• WHAT TO DO: Write out every line exactly, from the first line of the records below through the line that contains "Number of rolling".

• DATASET RECORDS:

def bearing_defect_orders(
    ball_count: ArrayLike,
    ball_diameter: ArrayLike,
    pitch_diameter: ArrayLike,
    contact_angle: ArrayLike = 0.0,
) -> BearingDefectOrders:
    """Defect frequencies of a rolling-element bearing per shaft revolution.

    Parameters
    ----------
    ball_count : array_like
        Number of rolling elements in one row, n [unitless]; a positive whole number.
    ball_diameter : array_like
        Rolling-element diameter d [m]; positive, smaller than the pitch diameter.
    pitch_diameter : array_like
        Pitch (cage) diameter D through the element centres [m]; positive.
    contact_angle : array_like, default 0
        Contact angle phi between the load line and the radial plane [rad]; 0 for a
        radially loaded deep-groove bearing; from 0 up to (not including) pi/2.

    Returns
    -------
    BearingDefectOrders
        Orders of shaft speed (multiply by shaft speed in Hz for frequencies):
        ``outer_race`` (BPFO), ``inner_race`` (BPFI), ``cage`` (FTF), ``ball_spin``
        (BSF) and ``ball_defect`` (2 BSF) [unitless].

    Notes
    -----
    Inner race turning with the shaft, outer race fixed, pure rolling. With
    c = (d / D) cos phi [1]_:

    - FTF  = (1 - c) / 2
    - BPFO = n (1 - c) / 2
    - BPFI = n (1 + c) / 2
    - BSF  = D / (2 d) (1 - c^2)

    Real bearings slip: measured lines sit typically 1-2 % below these (common
    practice). Some tables list 2 BSF as the rolling-element frequency, since a ball
    defect strikes the inner and the outer race once each per ball revolution; both
    are returned.

    References
    ----------
    .. [1] C. M. Harris, A. G. Piersol, Harris' Shock and Vibration Handbook, 5th ed.,
       McGraw-Hill, 2002, ch. 16 (from memory); the kinematic relations follow from
       rolling without slip of the elements between the races.

    Examples
    --------
    Deep-groove bearing 6205: 9 balls, d = 0.3126 in, D = 1.537 in:

    >>> o = bearing_defect_orders(9, 0.3126 * 0.0254, 1.537 * 0.0254)
    >>> [round(float(v), 4) for v in o]
    [3.5848, 5.4152, 0.3983, 2.3567, 4.7134]
    """
    n = _count("ball count", ball_count)
    d = _positive("ball diameter", ball_diameter, "m")
    pd = _positive("pitch diameter", pitch_diameter, "m")
    too_big = d >= pd
    if np.any(too_big):
        dd = _first_bad(np.broadcast_to(d, too_big.shape), too_big)
        pp = _first_bad(np.broadcast_to(pd, too_big.shape), too_big)
        raise ValueError(f"ball diameter {dd:g} m must be smaller than the pitch diameter {pp:g} m")
    phi = np.asarray(contact_angle, dtype=float)
    bad = ~((phi >= 0) & (phi < np.pi / 2))
    if np.any(bad):
        raise ValueError(
            f"contact angle must be from 0 up to pi/2 rad, got {_first_bad(phi, bad):g} rad"
        )
    c = d / pd * np.cos(phi)
    cage = 0.5 * (1.0 - c)
    bsf = pd / (2.0 * d) * (1.0 - c**2)
    return BearingDefectOrders(
        outer_race=n * cage,
        inner_race=0.5 * n * (1.0 + c),
        cage=cage,
        ball_spin=bsf,
        ball_defect=2.0 * bsf,
    )


# ------------------------------------------------------------- gears, blades, belts


def gear_mesh_frequency(teeth: ArrayLike, shaft_speed: ArrayLike) -> np.ndarray:
    """Gear mesh frequency.

    Parameters
    ----------
    teeth : array_like
        Number of teeth on the gear whose shaft speed is given [unitless].
    shaft_speed : array_like
        Speed of that gear's shaft [Hz]; not negative.

    Returns
    -------
    numpy.ndarray
        Tooth mesh frequency f = z N [Hz], the same for both gears of a pair.

    Notes
    -----
    f_mesh = z_1 N_1 = z_2 N_2 (common practice). Its order of shaft speed is the
    tooth count, so :func:`order_band` gives the band over a speed range.
    """
    return _count("tooth count", teeth) * _non_negative("shaft speed", shaft_speed, "Hz")


def blade_pass_frequency(count: ArrayLike, shaft_speed: ArrayLike) -> np.ndarray:
    """Blade or vane pass frequency of a fan, pump impeller or turbine stage.

    Parameters
    ----------
    count : array_like
        Number of blades or vanes [unitless].
    shaft_speed : array_like
        Shaft speed [Hz]; not negative.

    Returns
    -------
    numpy.ndarray
        f = count x shaft speed [Hz].

    Notes
    -----
    Each blade passes a fixed point (a cutwater, a strut) once a revolution (common
    practice).
    """
    return _count("blade count", count) * _non_negative("shaft speed", shaft_speed, "Hz")


def belt_pass_frequency(
    pulley_diameter: ArrayLike, pulley_speed: ArrayLike, belt_length: ArrayLike
) -> np.ndarray:
    """Belt pass frequency: how often one point of a belt goes round the drive.

    Parameters
    ----------
    pulley_diameter : array_like
        Pitch diameter of either pulley [m]; positive.
    pulley_speed : array_like
        Speed of that pulley [Hz]; not negative.
    belt_length : array_like
        Pitch length of the belt [m]; positive.

    Returns
    -------
    numpy.ndarray
        f = pi D N / L_belt [Hz], always below the speed of the smaller pulley.

    Notes
    -----
    Belt speed v = pi D N; a belt defect or joint comes round at v / L_belt. It passes
    each of the two pulleys once a circuit, so 2 f is usually present as well (common
    practice).
    """
    dp = _positive("pulley diameter", pulley_diameter, "m")
    n = _non_negative("pulley speed", pulley_speed, "Hz")
    lb = _positive("belt length", belt_length, "m")
    return np.pi * dp * n / lb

• SOLUTION FOR THIS TASK:
def bearing_defect_orders(
    ball_count: ArrayLike,
    ball_diameter: ArrayLike,
    pitch_diameter: ArrayLike,
    contact_angle: ArrayLike = 0.0,
) -> BearingDefectOrders:
    """Defect frequencies of a rolling-element bearing per shaft revolution.

    Parameters
    ----------
    ball_count : array_like
        Number of rolling elements in one row, n [unitless]; a positive whole number.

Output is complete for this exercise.